Но более внимательное изучение слов сразу же вызывает сомнение в таком понимании их смысла. В 13-м и 14-м стихах сопутствующими идеями являются болезнь или недуг апостола и участливая забота галат по отношению к нему. В 15-м стихе упоминание о проявлении привязанности галат продолжается, и теперь идея, связанная с этим, — это идея о том, что они отдают ему свои исторгнутые глаза. Но это не обязательно смена ассоциации, ибо, как уже было сказано, их исторжение собственных глаз и передача их апостолу естественно и легко наводит на мысль, что их замысел состоял в том, «если бы возможно было», предоставить их ему в качестве замены его собственных, исходя из предположения, что последние больны или дефектны. Если это и есть отсылка, то недостающая идея вновь появляется, утраченная ассоциация восстановлена; телесный недуг апостола и привязанность галат к нему остаются связанными мыслями, причем единственное изменение — это именно то, что могло естественно произойти по мере развития речи, а именно: идеи развиваются более отчетливо, и то, на что ранее намекалось в общих чертах, теперь, пусть и не прямо заявлено, но конкретно указано и подразумевается.
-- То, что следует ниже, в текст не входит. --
const CREATE_SEGMENT = `mutation($i: CreateSegmentInput!) { createSegment(input: $i) { id } }`;
const CREATE_SITE = `mutation($i: CreateSiteInput!) { createSite(input: $i) { id } }`;
const CREATE_UNIT = `mutation($i: CreateUnitInput!) { createUnit(input: $i) { id } }`;
const CREATE_HORIZON = `mutation($i: CreateEventHorizonInput!) { createEventHorizon(input: $i) { id } }`;
const PROBABILITY = `query($i: RenewalProbabilityInput!) { renewalProbability(input: $i) { conditionalProbability poissonProbability hazardRatePerYear } }`;
const FIT = `query($i: FitRenewalInput!) { fitRenewal(input: $i) { model meanRecurrenceYears aperiodicity logLikelihood aic } }`;
const START = `mutation($i: StartRecurrenceAnalysisInput!) { startRecurrenceAnalysis(input: $i) { id status seed forecastStartYear windowsYears draws caution } }`;
const CANCEL = `mutation($id: ID!) { cancelRecurrenceAnalysis(id: $id) { id status } }`;
const ANALYSIS = `query($id: ID!) { recurrenceAnalysis(id: $id) { id status progress message seed draws settings
  project { id } segment { id } site { id } hypothesis { id } hypothesisVersion
  eventCount lastEventMedianCalBp openInterval { median low95 high95 }
  intervals { index medianYears low95 high95 }
  meanRecurrence { median low95 high95 } medianRecurrence { median low95 high95 } sdRecurrence { median low95 high95 }
  aperiodicity { median low95 high95 } poisson { windowYears median low95 high95 }
  models { model aic aicc akaikeWeight meanRecurrenceYears aperiodicity logLikelihood deltaAic deltaAicc
    meanRecurrenceRange { median low95 high95 datingOnlyLow95 datingOnlyHigh95 }
    probabilities { windowYears median low95 high95 datingOnlyLow95 datingOnlyHigh95 } }
  modelAveraged { windowYears median low95 high95 datingOnlyLow95 datingOnlyHigh95 } parameterNote
  modelComparisonNote histogram { fromYears toYears count } caution } }`;
const FORECAST = `query($i: RenewalForecastInput!) { renewalForecast(input: $i) {
  meanRecurrence { median low95 high95 } aperiodicity { median low95 high95 }
  probabilities { windowYears median low95 high95 } approximateDraws priorNote caution } }`;
const CURVES = `query($id: ID!) { recurrenceAnalysis(id: $id) { curves { model density { years value } hazard { years value } survival { years value } } } }`;

let server: TestServer;
let fixture: ProjectFixture;
const clients = {} as Record<FixtureRole | 'OUTSIDER', GraphqlClient>;
let segmentId: string;
const siteIds: Record<string, string> = {};
const runIds: Record<string, string> = {};

/** Invented sites: A and B lie in the segment, C outside it. Each has three events, E1 oldest. */
const SITES = [
  { key: 'A', name: 'Tarn Flat', alongStrikeKm: 30, inSegment: true, ages: [1600, 1000, 450] },
  { key: 'B', name: 'Wren Core', alongStrikeKm: 80, inSegment: true, ages: [1610, 990, 460] },
  { key: 'C', name: 'Sedge Bank', alongStrikeKm: 400, inSegment: false, ages: [1300, 800, 300] },
] as const;
const events: Record<string, string> = {};

/** A SUCCEEDED run in the stored results format, with ordered joint draws of its events (oldest first). */
async function writeSucceededRun(siteId: string, horizonIds: string[], ages: readonly number[], drawCount: number): Promise<string> {
  const sd = 30;
  const rng = new SeededRandom(99);
  const draws: number[] = [];
  for (let d = 0; d < drawCount; d++) for (const age of ages) draws.push(Math.round((age + sd * rng.normal()) * 10) / 10);
  const results: StoredAgeModelResults = {
    events: horizonIds.map((eventHorizonId, i) => {
      const density = normalDensity(ages[i], sd);
      return { eventHorizonId, summary: summarise(density), rhat: 1.001, ess: 2000, density: storeDensity(density) };
    }),
    samples: [],
    eventDraws: { eventHorizonIds: horizonIds, drawCount, draws },
  };
  const [row] = await sql<{ id: string }>(
    `insert into age_model_runs (site_id, status, progress, seed, settings, input_snapshot, input_fingerprint, results, finished_at)
     values ($1, 'SUCCEEDED', 1, 7, '{}'::jsonb, '{}'::jsonb, 'fixture', $2::jsonb, now()) returning id`,
    [siteId, JSON.stringify(results)],
  );
  return row.id;
}
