/** Legend entries laid out in rows, left to right, wrapping before `maxWidth`. */
export type LegendEntry = { key: string; label: string };
export type PlacedEntry<TEntry extends LegendEntry> = TEntry & { x: number; row: number };

/** Width of one character of the legend's 9.5 px face, a generous average. */
export const LEGEND_CHAR_WIDTH = 4.7;
/** Room for the swatch before the label, and the gap after an entry. */
export const LEGEND_SWATCH = 21;
export const LEGEND_GAP = 14;

/** Each entry's x and row; an entry wider than a row gets a row of its own. */
export function flowLegend<TEntry extends LegendEntry>(entries: readonly TEntry[], maxWidth: number): PlacedEntry<TEntry>[] {
  let x = 0;
  let row = 0;
  return entries.map((entry) => {
    const width = LEGEND_SWATCH + entry.label.length * LEGEND_CHAR_WIDTH;
    if (x > 0 && x + width > maxWidth) {
      row += 1;
      x = 0;
    }
    const placed = { ...entry, x, row };
    x += width + LEGEND_GAP;
    return placed;
  });
}
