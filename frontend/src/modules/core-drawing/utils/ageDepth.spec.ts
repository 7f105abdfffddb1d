import { describe, expect, it } from 'vitest';
import { ageWindow, bedsOnAxis, curveOnAxis, depthWindow, levelsOnAxis, type AgeDepthPoint, type DatedLevel } from './ageDepth';
import { coreScale, type CoreUnit } from './coreDepth';

// mud 0-1 m, bed 1-1.4 m, mud 1.4-2 m: event-free length 1.6 m (worked by hand).
const units: CoreUnit[] = [
  { id: 'a', position: 3, name: 'upper mud', topDepthM: 0, baseDepthM: 1, facies: 'HEMIPELAGIC_MUD' },
  { id: 'b', position: 2, name: 'T1', topDepthM: 1, baseDepthM: 1.4, facies: 'TURBIDITE' },
  { id: 'c', position: 1, name: 'lower mud', topDepthM: 1.4, baseDepthM: 2, facies: 'HEMIPELAGIC_MUD' },
];
const scale = coreScale(units)!;

const point = (depthM: number, eventFreeDepthM: number, median: number): AgeDepthPoint => ({
  depthM,
  eventFreeDepthM,
  medianCalBp: median,
  low95CalBp: median - 50,
  high95CalBp: median + 50,
});

describe('curveOnAxis', () => {
  // The API lists the curve top down with a point at each contact: the bed's top and base share
  // one event-free depth and one age.
  const points = [point(2, 1.6, 1600), point(1.4, 1, 1000), point(1.2, 1, 1000), point(1, 1, 1000), point(0, 0, 0)];

  it('keeps every true depth, sorted top down', () => {
    expect(curveOnAxis(points, 'TRUE').map((p) => p.depth)).toEqual([0, 1, 1.2, 1.4, 2]);
  });

  it('keeps the first and last point of a bed on event-free depth', () => {
    const curve = curveOnAxis(points, 'EVENT_FREE');
    expect(curve.map((p) => p.depth)).toEqual([0, 1, 1, 1.6]);
    expect(curve[1]).toEqual({ depth: 1, median: 1000, young: 950, old: 1050 });
  });

  it('shows a gap in time at a scoured bed base as a step at one event-free depth', () => {
    // The mud under the bed starts 80 years older than the bed: eroded mud.
    const scoured = [point(0, 0, 0), point(1, 1, 1000), point(1.2, 1, 1000), point(1.4, 1, 1080), point(2, 1.6, 1680)];
    const curve = curveOnAxis(scoured, 'EVENT_FREE');
    expect(curve.map((p) => [p.depth, p.median])).toEqual([
      [0, 0],
      [1, 1000],
      [1, 1080],
      [1.6, 1680],
    ]);
  });

  it('orders the band ends whatever order they come in', () => {
    expect(curveOnAxis([{ depthM: 0, eventFreeDepthM: 0, medianCalBp: 10, low95CalBp: 30, high95CalBp: 5 }], 'TRUE')[0]).toMatchObject({ young: 5, old: 30 });
  });
});

describe('levelsOnAxis', () => {
  const levels: DatedLevel[] = [
    { id: 's1', label: 'X-1', depthM: 0.5, excluded: false, medianCalBp: 500, ranges: [{ olderCalBp: 560, youngerCalBp: 440 }] },
    { id: 's2', label: 'X-2', depthM: 1.7, excluded: false, medianCalBp: 1300, ranges: [] },
    { id: 's3', label: 'X-3', depthM: 2.5, excluded: false, medianCalBp: 2000, ranges: [] },
  ];

  it('places levels on event-free depth and drops those below the core', () => {
    const placed = levelsOnAxis(levels, scale, 'EVENT_FREE');
    expect(placed.map((level) => level.id)).toEqual(['s1', 's2']);
    expect(placed[1]!.depth).toBeCloseTo(1.3, 12);
    expect(levelsOnAxis(levels, scale, 'TRUE')[1]!.depth).toBe(1.7);
  });

  it('widens the age window to the levels and pads it by 5 % (at least 20 yr)', () => {
    const curve = curveOnAxis([point(0, 0, 100), point(2, 1.6, 300)], 'TRUE');
    // band 50-350, level range 440-560: span 50-560 = 510, pad 25.5
    expect(ageWindow(curve, levelsOnAxis(levels, scale, 'TRUE'))).toEqual([24.5, 585.5]);
    expect(ageWindow([], [])).toEqual([0, 1000]);
    // never younger than -75 cal BP
    expect(ageWindow(curveOnAxis([point(0, 0, -60)], 'TRUE'), [])[0]).toBe(-75);
  });
});

describe('depthWindow and bedsOnAxis', () => {
  it('spans the whole core on either axis', () => {
    expect(depthWindow(scale, 'TRUE')).toEqual([0, 2]);
    expect(depthWindow(scale, 'EVENT_FREE')[1]).toBeCloseTo(1.6, 12);
  });

  it('draws a bed as a band on true depth and as one depth on event-free depth', () => {
    expect(bedsOnAxis(scale, 'TRUE')).toEqual([{ id: 'b', name: 'T1', top: 1, base: 1.4 }]);
    const [bed] = bedsOnAxis(scale, 'EVENT_FREE');
    expect(bed!.top).toBeCloseTo(1, 12);
    expect(bed!.base).toBeCloseTo(1, 12);
  });
});
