function siteInput(extra: Variables = {}): Variables {
  return { projectId: fixture.projectId, name: unique('Site'), kind: 'MARSH', latitude: -41, longitude: 174, alongStrikeKm: 25, ...extra };
}

async function newSite(extra: Variables = {}): Promise<string> {
  return (await clients.RESEARCHER.ok(gql.site, { i: siteInput(extra) })).createSite.id;
}

/** Units from the bottom up, one metre each. */
async function newUnits(siteId: string, count: number): Promise<string[]> {
  const ids: string[] = [];
  for (let position = 1; position <= count; position++) {
    const { createUnit } = await clients.RESEARCHER.ok(gql.unit, {
      i: { siteId, position, name: `U${position}`, topDepthM: count - position, baseDepthM: count - position + 1, facies: 'PEAT' },
    });
    ids.push(createUnit.id);
  }
  return ids;
}

async function newHorizon(siteId: string, below: string, above: string, name = 'E1'): Promise<string> {
  return (await clients.RESEARCHER.ok(gql.horizon, { i: { siteId, name, unitBelowId: below, unitAboveId: above, quality: 1 } })).createEventHorizon.id;
}

function sampleInput(): Variables {
  return {
    siteId: editSiteId, unitId: editUnitIds[0], labCode: unique('MX').replace(' ', '-'), method: 'RADIOCARBON', material: 'IN_SITU_PLANT',
    depthM: 1.5, ageRelation: 'DATES_DEPOSIT', c14Age: 1200, c14Error: 30, curve: 'INTCAL20',
  };
}

async function newHypothesis(): Promise<string> {
  return (await clients.ADMIN.ok(gql.hypothesis, { i: { projectId: fixture.projectId, name: unique('Hypothesis') } })).createHypothesis.id;
}

async function versionOf(table: 'segments' | 'sites' | 'units' | 'event_horizons' | 'samples', id: string): Promise<number> {
  const [row] = await sql<{ version: number }>(`select version from ${table} where id = $1`, [id]);
  return row.version;
}

/** A user who is a VIEWER of the fixture project, to have their role changed or be removed. */
async function throwawayMember(): Promise<string> {
  const [user] = await sql<{ id: string }>(
    `insert into users (email, display_name, password_hash) values ($1, 'Throwaway', 'x') returning id`,
    [`throwaway-${randomUUID().slice(0, 8)}@fixture.test`],
  );
  await sql(`insert into memberships (project_id, user_id, role) values ($1, $2, 'VIEWER')`, [fixture.projectId, user.id]);
  return user.id;
}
Таким образом, «искушение» в одном стихе и болезнь, на которую намекается в форме, принятой страстным сочувствием галат, отождествляются; и, таким образом, весь абзац, с 12-го по 15-й стих, вместо того чтобы представлять собой нагромождение резких переходов и несвязных мыслей, развивает тесный, естественный и непрерывный смысл на всем своем протяжении.